GraphRAG Costs Explained: What You Need to Know
GraphRAG represents an innovative approach to powering Retrieval-Augmented Generation (RAG) applications, enabling organizations to extract unprecedented value from their complex datasets. However, unlike the relatively straightforward process of embedding and vectorizing data that most organizations use, constructing a graph requires additional effort and cost.
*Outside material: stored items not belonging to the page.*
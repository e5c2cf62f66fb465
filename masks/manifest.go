package masks

import (
	"bytes"
	"crypto/sha256"
	"encoding/hex"
	"encoding/json"
	"fmt"
	"io"
	"math"
	"slices"
)

// ManifestFormat and ManifestVersion identify the manifest layout. The
// version goes up by one whenever a key changes meaning or disappears;
// adding a key does not change it.
const (
	ManifestFormat  = "chimask-mask"
	ManifestVersion = 1
)

// Manifest is the JSON contract between chimask and a solver: where every
// array is, what its axes, units and ids mean, and where it came from. It
// holds no timestamp, so two builds of the same scene give the same bytes.
type Manifest struct {
	Format        string                `json:"format"`         // always ManifestFormat
	FormatVersion int                   `json:"format_version"` // ManifestVersion when written
	Grid          ManifestGrid          `json:"grid"`
	Files         ManifestFiles         `json:"files"`
	Fields        []ManifestField       `json:"fields"`
	Surfaces      []Surface             `json:"surfaces"`
	Materials     []Material            `json:"materials"`
	Axisymmetric  *ManifestAxisymmetric `json:"axisymmetric,omitempty"`
	Provenance    Provenance            `json:"provenance"`
	Notes         []string              `json:"notes,omitempty"`
	Warnings      []string              `json:"warnings,omitempty"`
	Statistics    map[string]any        `json:"statistics,omitempty"` // free summaries; non-finite numbers become the strings "NaN", "+Inf", "-Inf"
}

// ManifestGrid describes the grid in both axis order (x, y, z) and NumPy
// order, so that no reader has to guess which is which.
type ManifestGrid struct {
	Dim         int       `json:"dim"`          // 2 or 3
	Origin      []float64 `json:"origin_m"`     // lower corner of cell 0, x y (z), metres
	Spacing     []float64 `json:"spacing_m"`    // cell size along x y (z), metres
	Cells       []int     `json:"cells"`        // nx ny (nz), axis order
	Shape       []int     `json:"shape"`        // (ny, nx) or (nz, ny, nx), NumPy order
	AxisOrder   []string  `json:"axis_order"`   // ["x","y"] or ["x","y","z"]: the order of origin_m, spacing_m, cells
	MemoryOrder string    `json:"memory_order"` // how flat indices run
	CellCentred bool      `json:"cell_centred"` // values belong to cell centres, not nodes
}

// ManifestFiles names the files WriteDir wrote next to the manifest, "" for
// a format it did not write.
type ManifestFiles struct {
	VTI  string `json:"vti,omitempty"`  // VTK XML ImageData with every field as cell data
	Zarr string `json:"zarr,omitempty"` // Zarr v2 directory store, one array per field
}

// ManifestField describes one array.
type ManifestField struct {
	Name       string `json:"name"`           // also the VTI array and the Zarr array name
	File       string `json:"file,omitempty"` // the .npy file, relative to the manifest; "" when no .npy was written
	DType      string `json:"dtype"`          // NumPy dtype: "<f8", "<f4", "<i4" or "|u1"
	Shape      []int  `json:"shape"`          // NumPy order, with a trailing component axis for vectors
	Components int    `json:"components"`     // 1, or the grid dimension for vectors
	Unit       string `json:"unit"`           // "1" for dimensionless
	Meaning    string `json:"meaning"`
}

// ManifestAxisymmetric marks a 2D mask that stands for a body of
// revolution: the solver integrates over cells weighted by 2 pi r.
type ManifestAxisymmetric struct {
	Axis       string `json:"axis"`        // the symmetry axis, "y"
	RadialAxis string `json:"radial_axis"` // the radius, "x"; r = x of the cell centre
	Note       string `json:"note"`
}

// Provenance records what a mask was built from, so that a result can be
// traced back and rebuilt.
type Provenance struct {
	Tool    string      `json:"tool"`
	Version string      `json:"version"`
	Inputs  []InputFile `json:"inputs"`
	Options any         `json:"options"` // the scene or options as decoded; marshalled with encoding/json
	Command []string    `json:"command"` // the command line, arguments as given
}

// InputFile is one geometry or scene file a mask was built from.
type InputFile struct {
	Path   string `json:"path"`   // as the user gave it
	SHA256 string `json:"sha256"` // lower-case hex of the file's bytes
	Unit   string `json:"unit"`   // the length unit the file was read in, e.g. "mm"; "" for a scene file
	Role   string `json:"role"`   // e.g. "geometry", "scene"
}

// NewInputFile reads r to its end and returns the InputFile record for it,
// with the SHA-256 of its bytes in lower-case hex. path, unit and role are
// stored as given. Cost: one pass over the stream.
func NewInputFile(path, unit, role string, r io.Reader) (InputFile, error) {
	h := sha256.New()
	if _, err := io.Copy(h, r); err != nil {
		return InputFile{}, err
	}
	return InputFile{Path: path, SHA256: hex.EncodeToString(h.Sum(nil)), Unit: unit, Role: role}, nil
}

// NewAxisymmetric returns the axisymmetric block for a 2D mask revolved
// about the y axis, with r = x.
func NewAxisymmetric() *ManifestAxisymmetric {
	return &ManifestAxisymmetric{Axis: "y", RadialAxis: "x",
		Note: "2D section of a body of revolution about the y axis: r = x of the cell centre; weight cells by 2 pi r for volumes and areas"}
}

// NewManifest describes m: grid, one entry per field (file "<name>.npy"),
// and the surfaces and materials tables, with provenance p. Empty tables are
// written as [] rather than null so readers can iterate without a check.
func NewManifest(m *Mask, p Provenance) *Manifest {
	g := m.Grid
	d := g.Dim
	man := &Manifest{
		Format:        ManifestFormat,
		FormatVersion: ManifestVersion,
		Grid: ManifestGrid{
			Dim:         d,
			Origin:      append([]float64(nil), g.Origin[:d]...),
			Spacing:     append([]float64(nil), g.Spacing[:d]...),
			Cells:       append([]int(nil), g.Cells[:d]...),
			Shape:       g.Shape(),
			AxisOrder:   []string{"x", "y", "z"}[:d],
			MemoryOrder: "x fastest (C order, numpy shape (ny, nx) / (nz, ny, nx)); flat index i + nx*(j + ny*k); vector components interleaved last",
			CellCentred: true,
		},
		Files:      ManifestFiles{VTI: "mask.vti"},
		Fields:     make([]ManifestField, 0, len(m.Fields)),
		Surfaces:   append([]Surface{}, m.Surfaces...),
		Materials:  append([]Material{}, m.Materials...),
		Provenance: p,
	}
	if man.Provenance.Inputs == nil {
		man.Provenance.Inputs = []InputFile{}
	}
	if man.Provenance.Command == nil {
		man.Provenance.Command = []string{}
	}
	for _, f := range m.Fields {
		man.Fields = append(man.Fields, ManifestField{
			Name: f.Name, File: f.Name + ".npy", DType: npyDescr(f.DType),
			Shape: npyShape(g, f.Components), Components: f.Components, Unit: f.Unit, Meaning: f.Meaning,
		})
	}
	return man
}

// WriteManifest writes man as indented JSON (two spaces) with a final
// newline. Keys come in the order of the struct declarations and map keys
// sorted, so the bytes depend only on the values. Non-finite numbers in
// Statistics are written as strings; anything else JSON cannot hold (a
// channel in Options, say) gives an error.
func WriteManifest(w io.Writer, man *Manifest) error {
	if man == nil {
		return fmt.Errorf("manifest: nil manifest")
	}
	c := *man
	if c.Statistics != nil {
		c.Statistics = manFinite(c.Statistics).(map[string]any)
	}
	b, err := manJSON(&c, "  ")
	if err != nil {
		return fmt.Errorf("manifest: %w", err)
	}
	_, err = w.Write(b)
	return err
}

// manJSON marshals v indented, without escaping <, > and & (dtypes such as
// "<f8" stay readable), with every array of plain values on one line, and
// with a final newline.
func manJSON(v any, indent string) ([]byte, error) {
	var buf bytes.Buffer
	enc := json.NewEncoder(&buf)
	enc.SetEscapeHTML(false)
	enc.SetIndent("", indent)
	if err := enc.Encode(v); err != nil {
		return nil, err
	}
	return manCompactArrays(buf.Bytes()), nil
}

// manCompactArrays rewrites indented JSON so that an array holding no
// object or array sits on one line: "[\n  1,\n  2\n]" becomes "[1, 2]".
// Strings are copied verbatim.
func manCompactArrays(b []byte) []byte {
	out := make([]byte, 0, len(b))
	for i := 0; i < len(b); i++ {
		c := b[i]
		if c == '"' {
			j := manStringEnd(b, i)
			out = append(out, b[i:j]...)
			i = j - 1
			continue
		}
		if c != '[' {
			out = append(out, c)
			continue
		}
		// Find the matching ']' if the array is flat.
		flat, end := true, -1
		for j := i + 1; j < len(b) && end < 0; j++ {
			switch b[j] {
			case '"':
				j = manStringEnd(b, j) - 1
			case '[', '{':
				flat = false
				end = j
			case ']':
				end = j
			}
		}
		if !flat || end < 0 {
			out = append(out, c)
			continue
		}
		out = append(out, '[')
		first := true
		for j := i + 1; j < end; {
			for j < end && (b[j] == ' ' || b[j] == '\n' || b[j] == ',') {
				j++
			}
			if j >= end {
				break
			}
			k := j
			if b[j] == '"' {
				k = manStringEnd(b, j)
			} else {
				for k < end && b[k] != ',' && b[k] != '\n' && b[k] != ' ' {
					k++
				}
			}
			if !first {
				out = append(out, ',', ' ')
			}
			out = append(out, b[j:k]...)
			first = false
			j = k
		}
		out = append(out, ']')
		i = end
	}
	return out
}

// manStringEnd returns the index just past the JSON string starting at i.
func manStringEnd(b []byte, i int) int {
	for j := i + 1; j < len(b); j++ {
		switch b[j] {
		case '\\':
			j++
		case '"':
			return j + 1
		}
	}
	return len(b)
}

// manFinite replaces non-finite floats inside maps and slices of any with
// strings, which JSON can hold.
func manFinite(v any) any {
	switch x := v.(type) {
	case float64:
		if math.IsNaN(x) {
			return "NaN"
		}
		if math.IsInf(x, 0) {
			if x > 0 {
				return "+Inf"
			}
			return "-Inf"
		}
	case float32:
		return manFinite(float64(x))
	case map[string]any:
		out := make(map[string]any, len(x))
		for k, e := range x {
			out[k] = manFinite(e)
		}
		return out
	case []any:
		out := make([]any, len(x))
		for i, e := range x {
			out[i] = manFinite(e)
		}
		return out
	case []float64:
		out := make([]any, len(x))
		for i, e := range x {
			out[i] = manFinite(e)
		}
		return out
	case []float32:
		out := make([]any, len(x))
		for i, e := range x {
			out[i] = manFinite(e)
		}
		return out
	case map[string]float64:
		out := make(map[string]any, len(x))
		for k, e := range x {
			out[k] = manFinite(e)
		}
		return out
	}
	return v
}

// manMaxBytes caps the manifest a reader accepts: a manifest lists one entry
// per field and surface and is a few kilobytes; 64 MiB leaves room for huge
// surface tables and statistics while refusing a file that is not one.
const manMaxBytes = 64 << 20

// ReadManifest reads a manifest written by WriteManifest and checks that it
// is one: the format name, a version this code knows, a valid grid, and
// fields whose shapes match the grid. Unknown keys are ignored so that newer
// manifests of the same version still read. Errors are *ReadError.
func ReadManifest(r io.Reader) (*Manifest, error) {
	return manRead(r, "")
}

// manRead is ReadManifest with a file name for the errors.
func manRead(r io.Reader, name string) (*Manifest, error) {
	bad := func(what, hint string) error { return &ReadError{File: name, Offset: -1, What: what, Hint: hint} }
	b, err := io.ReadAll(io.LimitReader(r, manMaxBytes+1))
	if err != nil {
		return nil, err
	}
	if len(b) > manMaxBytes {
		return nil, bad(fmt.Sprintf("manifest larger than %d bytes", manMaxBytes), "this is not a chimask manifest")
	}
	var man Manifest
	if err := json.Unmarshal(b, &man); err != nil {
		e := bad("not valid manifest JSON: "+err.Error(), "rebuild the mask, or repair the JSON")
		if se, ok := err.(*json.SyntaxError); ok {
			e.(*ReadError).Offset = se.Offset
		}
		return nil, e
	}
	if man.Format != ManifestFormat {
		return nil, bad(fmt.Sprintf("format %q, want %q", man.Format, ManifestFormat), "this JSON file is not a chimask manifest")
	}
	if man.FormatVersion < 1 || man.FormatVersion > ManifestVersion {
		return nil, bad(fmt.Sprintf("format_version %d, this chimask reads 1 to %d", man.FormatVersion, ManifestVersion), "use the chimask version that wrote the mask, or rebuild it")
	}
	g, err := man.GridOf()
	if err != nil {
		return nil, bad("grid: "+err.Error(), "rebuild the mask")
	}
	names := map[string]bool{}
	for _, f := range man.Fields {
		if names[f.Name] {
			return nil, bad(fmt.Sprintf("field %q is listed twice", f.Name), "rebuild the mask")
		}
		names[f.Name] = true
		if _, ok := npyDTypeOf(f.DType); !ok {
			return nil, bad(fmt.Sprintf("field %q has dtype %q, want <f8, <f4, <i4 or |u1", f.Name, f.DType), "rebuild the mask")
		}
		if want := npyShape(g, f.Components); f.Components < 1 || !slices.Equal(f.Shape, want) {
			return nil, bad(fmt.Sprintf("field %q has shape %v with %d components, want %v for the grid", f.Name, f.Shape, f.Components, want), "rebuild the mask")
		}
	}
	return &man, nil
}

// GridOf rebuilds the Grid the manifest describes and validates it.
func (man *Manifest) GridOf() (Grid, error) {
	mg := man.Grid
	g := Grid{Dim: mg.Dim, Spacing: [3]float64{1, 1, 1}, Cells: [3]int{1, 1, 1}}
	if mg.Dim != 2 && mg.Dim != 3 {
		return g, fmt.Errorf("dim %d, want 2 or 3", mg.Dim)
	}
	if len(mg.Origin) != mg.Dim || len(mg.Spacing) != mg.Dim || len(mg.Cells) != mg.Dim {
		return g, fmt.Errorf("origin_m, spacing_m and cells need %d entries each, have %d, %d, %d", mg.Dim, len(mg.Origin), len(mg.Spacing), len(mg.Cells))
	}
	copy(g.Origin[:], mg.Origin)
	copy(g.Spacing[:], mg.Spacing)
	copy(g.Cells[:], mg.Cells)
	if err := g.Validate(); err != nil {
		return g, err
	}
	if n := float64(g.Cells[0]) * float64(g.Cells[1]) * float64(g.Cells[2]); n > npyMaxElems {
		return g, fmt.Errorf("%d x %d x %d cells is more than %d", g.Cells[0], g.Cells[1], g.Cells[2], int64(npyMaxElems))
	}
	return g, nil
}
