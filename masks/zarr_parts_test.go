package masks

import (
	"bytes"
	"path/filepath"
	"testing"
)

// zpTestMask is a 3D mask of the standard fields with values that differ
// from cell to cell (and NaN wall temperatures), so that a misplaced value
// changes a chunk's bytes.
func zpTestMask() *Mask {
	g := Grid{Dim: 3, Origin: [3]float64{-1, 0, 2}, Spacing: [3]float64{0.1, 0.2, 0.3}, Cells: [3]int{11, 7, 5}}
	fs := NewStandardFields(g)
	for _, f := range fs {
		for i := range f.Len() {
			switch f.DType {
			case Float64:
				f.F64[i] = float64(i%13) / 7
			case Float32:
				f.F32[i] = float32(i%17) - 3
			case Int32:
				f.I32[i] = int32(i % 5)
			case Uint8:
				f.U8[i] = uint8(i % 3)
			}
		}
	}
	return &Mask{Grid: g, Fields: fs}
}

// TestZarrLayoutAndChunkWriter: WriteZarrLayout from templates writes the
// metadata bytes WriteZarrMeta writes from the full fields, and chunks
// written one at a time by ZarrChunkWriter from box-layout values are the
// files WriteZarr writes (Zarr v2 layout as checked in TestZarrLayout).
func TestZarrLayoutAndChunkWriter(t *testing.T) {
	m := zpTestMask()
	for _, opts := range []ZarrOptions{{Chunks: []int{2, 3, 4}}, {Chunks: []int{5, 7, 11}, Compressor: "zstd"}, {Compressor: "none"}} {
		dir := t.TempDir()
		ref, got := filepath.Join(dir, "ref"), filepath.Join(dir, "got")
		man := NewManifest(m, Provenance{Tool: "test"})
		if err := WriteZarr(ref, m, man, opts); err != nil {
			t.Fatal(err)
		}
		var tmpl []*Field
		for _, f := range m.Fields {
			tmpl = append(tmpl, &Field{Name: f.Name, Unit: f.Unit, Meaning: f.Meaning, DType: f.DType, Components: f.Components})
		}
		if err := WriteZarrLayout(got, m.Grid, tmpl, man, opts); err != nil {
			t.Fatal(err)
		}
		w, err := NewZarrChunkWriter(m.Grid, opts)
		if err != nil {
			t.Fatal(err)
		}
		chunks, err := ZarrChunksOf(m.Grid, opts)
		if err != nil {
			t.Fatal(err)
		}
		for _, c := range chunks {
			for _, f := range m.Fields {
				bg := m.Grid
				for a := range 3 {
					bg.Cells[a] = c.Block.Hi[a] - c.Block.Lo[a]
				}
				box := NewField(bg, f.Name, f.Unit, f.Meaning, f.DType, f.Components)
				n := 0
				for k := c.Block.Lo[2]; k < c.Block.Hi[2]; k++ {
					for j := c.Block.Lo[1]; j < c.Block.Hi[1]; j++ {
						for i := c.Block.Lo[0]; i < c.Block.Hi[0]; i++ {
							for q := range f.Components {
								src := m.Grid.Index(i, j, k)*f.Components + q
								switch f.DType {
								case Float64:
									box.F64[n] = f.F64[src]
								case Float32:
									box.F32[n] = f.F32[src]
								case Int32:
									box.I32[n] = f.I32[src]
								case Uint8:
									box.U8[n] = f.U8[src]
								}
								n++
							}
						}
					}
				}
				if err := w.Write(filepath.Join(got, f.Name), c, box); err != nil {
					t.Fatal(err)
				}
			}
		}
		a, b := zarrFiles(t, ref), zarrFiles(t, got)
		if len(a) != len(b) {
			t.Fatalf("%+v: %d files, WriteZarr wrote %d", opts, len(b), len(a))
		}
		for k, v := range a {
			if !bytes.Equal(b[k], v) {
				t.Errorf("%+v: %s differs from WriteZarr's", opts, k)
			}
		}
	}
	if _, err := NewZarrChunkWriter(Grid{Dim: 3}, ZarrOptions{}); err == nil {
		t.Errorf("NewZarrChunkWriter accepted an empty grid")
	}
	if err := WriteZarrLayout(t.TempDir(), zpTestMask().Grid, []*Field{{Name: "a/b", DType: Float32, Components: 1}}, nil, ZarrOptions{}); err == nil {
		t.Errorf("WriteZarrLayout accepted a field name with a slash")
	}
}
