package masks

import "fmt"

// Grid is a uniform Cartesian grid of cells, 2D or 3D.
type Grid struct {
	Dim     int        // 2 or 3
	Origin  [3]float64 // metres: the lower corner of cell (0, 0, 0)
	Spacing [3]float64 // metres: cell size along x, y, z (Spacing[2] is 1 and unused in 2D)
	Cells   [3]int     // cell counts nx, ny, nz (nz == 1 in 2D)
}

// NumCells returns nx*ny*nz.
func (g Grid) NumCells() int { return g.Cells[0] * g.Cells[1] * g.Cells[2] }

// Index returns the flat, x-fastest index of cell (i, j, k).
func (g Grid) Index(i, j, k int) int { return i + g.Cells[0]*(j+g.Cells[1]*k) }

// Center returns the centre of cell (i, j, k) in metres.
func (g Grid) Center(i, j, k int) [3]float64 {
	return [3]float64{
		g.Origin[0] + (float64(i)+0.5)*g.Spacing[0],
		g.Origin[1] + (float64(j)+0.5)*g.Spacing[1],
		g.Origin[2] + (float64(k)+0.5)*g.Spacing[2],
	}
}

// CellVolume returns the cell area (2D, m^2) or volume (3D, m^3).
func (g Grid) CellVolume() float64 {
	v := g.Spacing[0] * g.Spacing[1]
	if g.Dim == 3 {
		v *= g.Spacing[2]
	}
	return v
}

// MinSpacing returns the smallest spacing among the grid's axes, in metres.
func (g Grid) MinSpacing() float64 {
	h := min(g.Spacing[0], g.Spacing[1])
	if g.Dim == 3 {
		h = min(h, g.Spacing[2])
	}
	return h
}

// Shape returns the array shape in NumPy (C) order: (ny, nx) in 2D and
// (nz, ny, nx) in 3D.
func (g Grid) Shape() []int {
	if g.Dim == 2 {
		return []int{g.Cells[1], g.Cells[0]}
	}
	return []int{g.Cells[2], g.Cells[1], g.Cells[0]}
}

// Validate reports a grid that cannot hold fields: a dimension other than 2
// or 3, a non-positive or non-finite spacing, or a non-positive cell count.
func (g Grid) Validate() error {
	if g.Dim != 2 && g.Dim != 3 {
		return fmt.Errorf("grid dimension %d, want 2 or 3", g.Dim)
	}
	for a := range g.Dim {
		if !(g.Spacing[a] > 0) || g.Spacing[a] > 1e300 {
			return fmt.Errorf("grid spacing %g along axis %d, want a positive length", g.Spacing[a], a)
		}
		if g.Cells[a] < 1 {
			return fmt.Errorf("grid has %d cells along axis %d, want at least 1", g.Cells[a], a)
		}
	}
	if g.Dim == 2 && g.Cells[2] != 1 {
		return fmt.Errorf("2D grid with %d cells along z, want 1", g.Cells[2])
	}
	return nil
}

// Block is a box of cells [Lo, Hi) along each axis.
type Block struct {
	Lo, Hi [3]int
}

// Blocks splits g into blocks of at most size cells along each axis, in a
// fixed order (x fastest, then y, then z), so that work split over blocks
// gives the same result whatever the number of workers. A size component of
// zero or less means the whole axis.
func (g Grid) Blocks(size [3]int) []Block {
	var s [3]int
	var n [3]int
	for a := range 3 {
		s[a] = size[a]
		if s[a] <= 0 || s[a] > g.Cells[a] {
			s[a] = g.Cells[a]
		}
		if s[a] < 1 {
			s[a] = 1
		}
		n[a] = (g.Cells[a] + s[a] - 1) / s[a]
	}
	out := make([]Block, 0, n[0]*n[1]*n[2])
	for bk := range n[2] {
		for bj := range n[1] {
			for bi := range n[0] {
				b := Block{Lo: [3]int{bi * s[0], bj * s[1], bk * s[2]}}
				for a := range 3 {
					b.Hi[a] = min(b.Lo[a]+s[a], g.Cells[a])
				}
				out = append(out, b)
			}
		}
	}
	return out
}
This article provides a practical example to help you estimate the costs associated with building your own graph.
For those seeking a quick overview, here is an example to help build a sense of the cost per document analyzed. You can find an approximate calculation method for estimating the costs of your own datasets later in this article.
It is worth noting that LLM costs continue to be significantly optimized, and fine-tuned models specialized for building graphs are already being developed. When assessing an emerging technology, it is important to consider what business value these new capabilities unlock, and not allow the cost at a point in time prevent you making the most of these opportunities.
Why Use GraphRAG?
Typical RAG systems excel at retrieving specific pieces of information, such as:
What wattage does this product require to operate?
What was the revenue for FY24?
How can I sign up for this service?
However, they struggle when it comes to answering questions that require a comprehensive understanding of an entire document or a set of documents:
What are the key themes of this report?
What are all the products currently being supported by my API gateway?
List all the contractors that have completed work at this manufacturing site and tell me what level of certification they have.
This limitation arises because traditional retrieval systems return only isolated chunks of information. In contrast, a knowledge graph captures the relationships between various entities, objects, and systems, thereby providing a holistic understanding of the documents in a memory-efficient manner.
In this article, we use the novel “The Wizard of Oz” as our reference text to explore the costs associated with GraphRAG. You can see the graph representation of the novel visualized below.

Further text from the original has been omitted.